IEEE Trans Vis Comput Graph. 2017 Nov;23(11):2485-2493. doi: 10.1109/TVCG.2017.2734538. Epub 2017 Aug 10.
Predicting specularities in images, given the camera pose and scene geometry from SLAM, forms a challenging and open problem. It is nonetheless essential in several applications such as retexturing. A recent geometric model called JOLIMAS partially answers this problem, under the assumptions that the specularities are elliptical and the scene is planar. JOLIMAS models a moving specularity as the image of a fixed 3D quadric. We propose dual JOLIMAS, a new model which raises the planarity assumption. It uses the fact that specularities remain elliptical on convex surfaces and that every surface can be divided in convex parts. The geometry of dual JOLIMAS then uses a 3D quadric per convex surface part and light source, and predicts the specularities by a means of virtual cameras, allowing it to cope with surface's unflatness. We assessed the efficiency and precision of dual JOLIMAS on multiple synthetic and real videos with various objects and lighting conditions. We give results of a retexturing application. Further results are presented as supplementary video material.

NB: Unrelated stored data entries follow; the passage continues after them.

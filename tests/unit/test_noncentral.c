/* test_noncentral.c: noncentral F and t tails, inversion in lambda, power and sample size
 * (src/noncentral.c).
 *
 * Reference values and their sources, named beside each check:
 *   NC-xx, ES-nist = the project's methods note (shared/reference/methods.md, sections 4
 *     and 8) and check-values.json beside it (NC-07 is only in the JSON file), with the
 *     tolerances stated there (relative, as the JSON gives them). Their sources, as
 *     stated: MP = mpmath 1.2.1 at 40 digits (Poisson-mixture series for the
 *     noncentral F, integral over chi for the noncentral t), SP = SciPy 1.10.1
 *     stats.ncf / stats.nct, EX = exact rational arithmetic.
 *   mp-ref = mpmath 1.2.1 at 40 digits with the reference code of
 *     tests/ref/noncentral.py (mp_ncf: the Poisson mixture with each incomplete beta
 *     from a 40-digit Lentz continued fraction; mp_nct: the integral over S = sqrt(V/nu)
 *     in log S by mp.quad at 30 digits), computed while this module was written. These
 *     cover the regions the table does not: tails near 1e-200, the start-index search,
 *     the quadrature for opposite signs of t and delta, small and non-integer df.
 *     Tolerance 1e-12 relative (the largest error measured on them is 1.2e-13).
 * Checks without an outside value test identities, monotonicity and the handling of
 * arguments. */
#include <stdarg.h>
#include <stddef.h>
#include <stdint.h>
#include <setjmp.h>
#include <cmocka.h>

#include "numcheck.h"

#include <float.h>
#include <math.h>
#include <stdio.h>

#include "avow/dist.h"
#include "avow/noncentral.h"
#include "avow/util.h"

/* ---- checking helpers: each prints what it checked when it fails ---- */

/* Fail unless got == want exactly (as doubles; NaN fails). */
static void eq_at(double got, double want, const char *what, const char *file, int line)
{
    if (!(got == want)) {
        print_error("%s: got %.17g, want exactly %.17g\n", what, got, want);
        _fail(file, line);
    }
}
#define CHECK_EQ(got, want, what) eq_at((got), (want), (what), __FILE__, __LINE__)

static void nan_at(double got, const char *what, const char *file, int line)
{
    if (!isnan(got)) {
        print_error("%s: got %.17g, want NaN\n", what, got);
        _fail(file, line);
    }
}
#define CHECK_NAN(got, what) nan_at((got), (what), __FILE__, __LINE__)

static void status_at(int got, int want, const char *what, const char *file, int line)
{
    if (got != want) {
        print_error("%s: status %d, want %d\n", what, got, want);
        _fail(file, line);
    }
}
#define CHECK_STATUS(got, want, what) status_at((got), (want), (what), __FILE__, __LINE__)

/* Fail unless cond, printing a formatted message. */
static void true_at(int cond, const char *file, int line, const char *fmt, ...)
{
    if (!cond) {
        char buf[512];
        va_list ap;
        va_start(ap, fmt);
        vsnprintf(buf, sizeof buf, fmt, ap);
        va_end(ap);
        print_error("%s\n", buf);
        _fail(file, line);
    }
}
#define CHECK_TRUE(cond, ...) true_at((cond), __FILE__, __LINE__, __VA_ARGS__)

/* ncdist_f_lambda that must succeed. */
static double lambda_at(double x, double d1, double d2, double p, const char *file, int line)
{
    double l = NAN;
    int st = ncdist_f_lambda(x, d1, d2, p, &l);
    if (st != AVOW_OK) {
        print_error("ncdist_f_lambda(x=%.17g, d1=%.17g, d2=%.17g, p=%.17g): status %d\n",
                    x, d1, d2, p, st);
        _fail(file, line);
    }
    return l;
}
#define LAMBDA(x, d1, d2, p) lambda_at((x), (d1), (d2), (p), __FILE__, __LINE__)

/* ---- the methods note, section 4 ---- */

static void test_methods_values(void **state)
{
    (void)state;
    /* NC-01: MP and SP 1.10.1; power of the one-way F test, k = 4, n = 10, f = 0.25
     * (lambda = N f^2 = 2.5), df (3, 36), alpha = 0.05. */
    CHECK_REL(ncdist_f_power(0.05, 3, 36, 2.5), 0.21223996641222842, 1e-10,
              "NC-01 F power k=4 n=10 f=0.25");
    /* NC-02 .. NC-05: MP and SP 1.10.1. */
    CHECK_REL(ncdist_f_p(2, 4, 20, 5), 0.47719327895790375, 1e-12, "NC-02 ncF P(2;4,20,5)");
    CHECK_REL(ncdist_f_q(50, 3, 20, 10), 5.219834012342127e-06, 1e-11,
              "NC-03 ncF Q(50;3,20,10)");
    CHECK_REL(ncdist_f_p(1.5, 2, 12, 100), 2.1233874548857655e-15, 1e-10,
              "NC-04 ncF P(1.5;2,12,100)");
    CHECK_REL(ncdist_f_p(30, 5, 50, 200), 0.09262149692200564, 1e-11,
              "NC-05 ncF P(30;5,50,200)");
    /* NC-06 .. NC-09: MP (integral over chi) and SP 1.10.1; NC-07 (check-values.json
     * only) is a negative t, the reflected tail. */
    CHECK_REL(ncdist_t_p(2, 10, 1), 0.8076115625303752, 1e-12, "NC-06 nct P(2;10,1)");
    CHECK_REL(ncdist_t_p(-1, 5, 0.5), 0.08244409105672346, 1e-12, "NC-07 nct P(-1;5,0.5)");
    CHECK_REL(ncdist_t_p(25, 20, 30), 0.09809224901430214, 1e-11, "NC-08 nct P(25;20,30)");
    CHECK_REL(ncdist_t_p(0.5, 30, 5), 3.4823931514651703e-06, 1e-11,
              "NC-09 nct P(0.5;30,5)");
    /* NC-10: MP and SP 1.10.1; two-sample t test, n = 64 per group, d = 0.5: nu = 126,
     * delta = d sqrt(n/2) = sqrt(8), two-sided alpha = 0.05 (Cohen's table: 0.80, from
     * memory, not used). */
    CHECK_REL(ncdist_t_power(0.05, 126, sqrt(8.0), 2), 0.8014595579222541, 1e-10,
              "NC-10 two-sample t power n=64 d=0.5");
}

/* NC-11 / NC-12: smallest n per group with power >= 0.80, f = 0.25, alpha = 0.05. */
static void test_sample_size(void **state)
{
    (void)state;
    long n = 0;
    /* NC-11: SP 1.10.1 ncf, exact 45 (Cohen 1988 Table 8.4.4 gives 45, from memory). */
    CHECK_STATUS(ncdist_f_oneway_n(4, 0.25, 0.05, 0.80, &n), AVOW_OK, "NC-11 status");
    CHECK_EQ((double)n, 45, "NC-11 smallest n, k = 4, f = 0.25");
    /* NC-12: SP 1.10.1 ncf, exact 64 (the classic d = 0.5 two-group result). */
    CHECK_STATUS(ncdist_f_oneway_n(2, 0.25, 0.05, 0.80, &n), AVOW_OK, "NC-12 status");
    CHECK_EQ((double)n, 64, "NC-12 smallest n, k = 2, f = 0.25");
    /* The powers on either side, as printed in the NC-11 / NC-12 sources (SP 1.10.1
     * ncf: n = 44: 0.7939, n = 45: 0.8040; n = 64 (k = 2): 0.80146), to half a unit in
     * the last printed digit. */
    CHECK_ABS(ncdist_f_power(0.05, 3, 4 * 43, 4 * 44 * 0.0625), 0.7939, 5e-5,
              "NC-11 source: power at n = 44");
    CHECK_ABS(ncdist_f_power(0.05, 3, 4 * 44, 4 * 45 * 0.0625), 0.8040, 5e-5,
              "NC-11 source: power at n = 45");
    CHECK_ABS(ncdist_f_power(0.05, 1, 2 * 63, 2 * 64 * 0.0625), 0.80146, 5e-6,
              "NC-12 source: power at n = 64");
    /* The F test with two groups is the two-sided t test: same power as NC-10 (MP). */
    CHECK_REL(ncdist_f_power(0.05, 1, 126, 8), 0.8014595579222541, 1e-10,
              "NC-10 as an F test, lambda = delta^2 = 8");
    /* A target the smallest design already reaches, and a huge f. */
    CHECK_STATUS(ncdist_f_oneway_n(3, 5, 0.05, 0.5, &n), AVOW_OK, "n = 2 suffices: status");
    CHECK_EQ((double)n, 2, "n = 2 suffices");
    /* An effect too small for any n within the lambda limit. */
    n = -7;
    CHECK_STATUS(ncdist_f_oneway_n(2, 1e-6, 0.05, 0.99, &n), AVOW_EOVERFLOW,
                 "unreachable target");
    CHECK_EQ((double)n, -7, "n unchanged on overflow");
    CHECK_STATUS(ncdist_f_oneway_n(2.5, 0.25, 0.05, 0.8, &n), AVOW_EDOM, "k not integer");
    CHECK_STATUS(ncdist_f_oneway_n(1, 0.25, 0.05, 0.8, &n), AVOW_EDOM, "k = 1");
    CHECK_STATUS(ncdist_f_oneway_n(4, 0, 0.05, 0.8, &n), AVOW_EDOM, "f = 0");
    CHECK_STATUS(ncdist_f_oneway_n(4, NAN, 0.05, 0.8, &n), AVOW_EDOM, "f NaN");
    CHECK_STATUS(ncdist_f_oneway_n(4, 0.25, 0, 0.8, &n), AVOW_EDOM, "alpha = 0");
    CHECK_STATUS(ncdist_f_oneway_n(4, 0.25, 0.05, 1, &n), AVOW_EDOM, "target = 1");
    CHECK_STATUS(ncdist_f_oneway_n(4, 0.25, 0.05, 0.8, NULL), AVOW_EDOM, "n NULL");
}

给定 SLAM 中的相机姿态和场景几何形状来预测图像中的镜面反射,这是一个具有挑战性和开放性的问题。然而,在一些应用中,如重新纹理化,它是必不可少的。最近的一个名为 JOLIMAS 的几何模型在镜面反射是椭圆形且场景是平面的假设下部分解决了这个问题。JOLIMAS 将移动镜面反射建模为固定 3D 二次曲面的图像。我们提出了对偶 JOLIMAS,这是一个新的模型,它提高了平面性假设。它利用了这样一个事实,即在凸表面上镜面反射仍然是椭圆形的,并且每个表面都可以分为凸部分。然后,对偶 JOLIMAS 的几何形状使用每个凸表面部分和光源的 3D 二次曲面,并通过虚拟相机来预测镜面反射,从而能够处理表面的不平整度。我们在具有各种物体和光照条件的多个合成和真实视频上评估了对偶 JOLIMAS 的效率和精度。我们给出了重新纹理化应用的结果。更多结果作为补充视频材料呈现。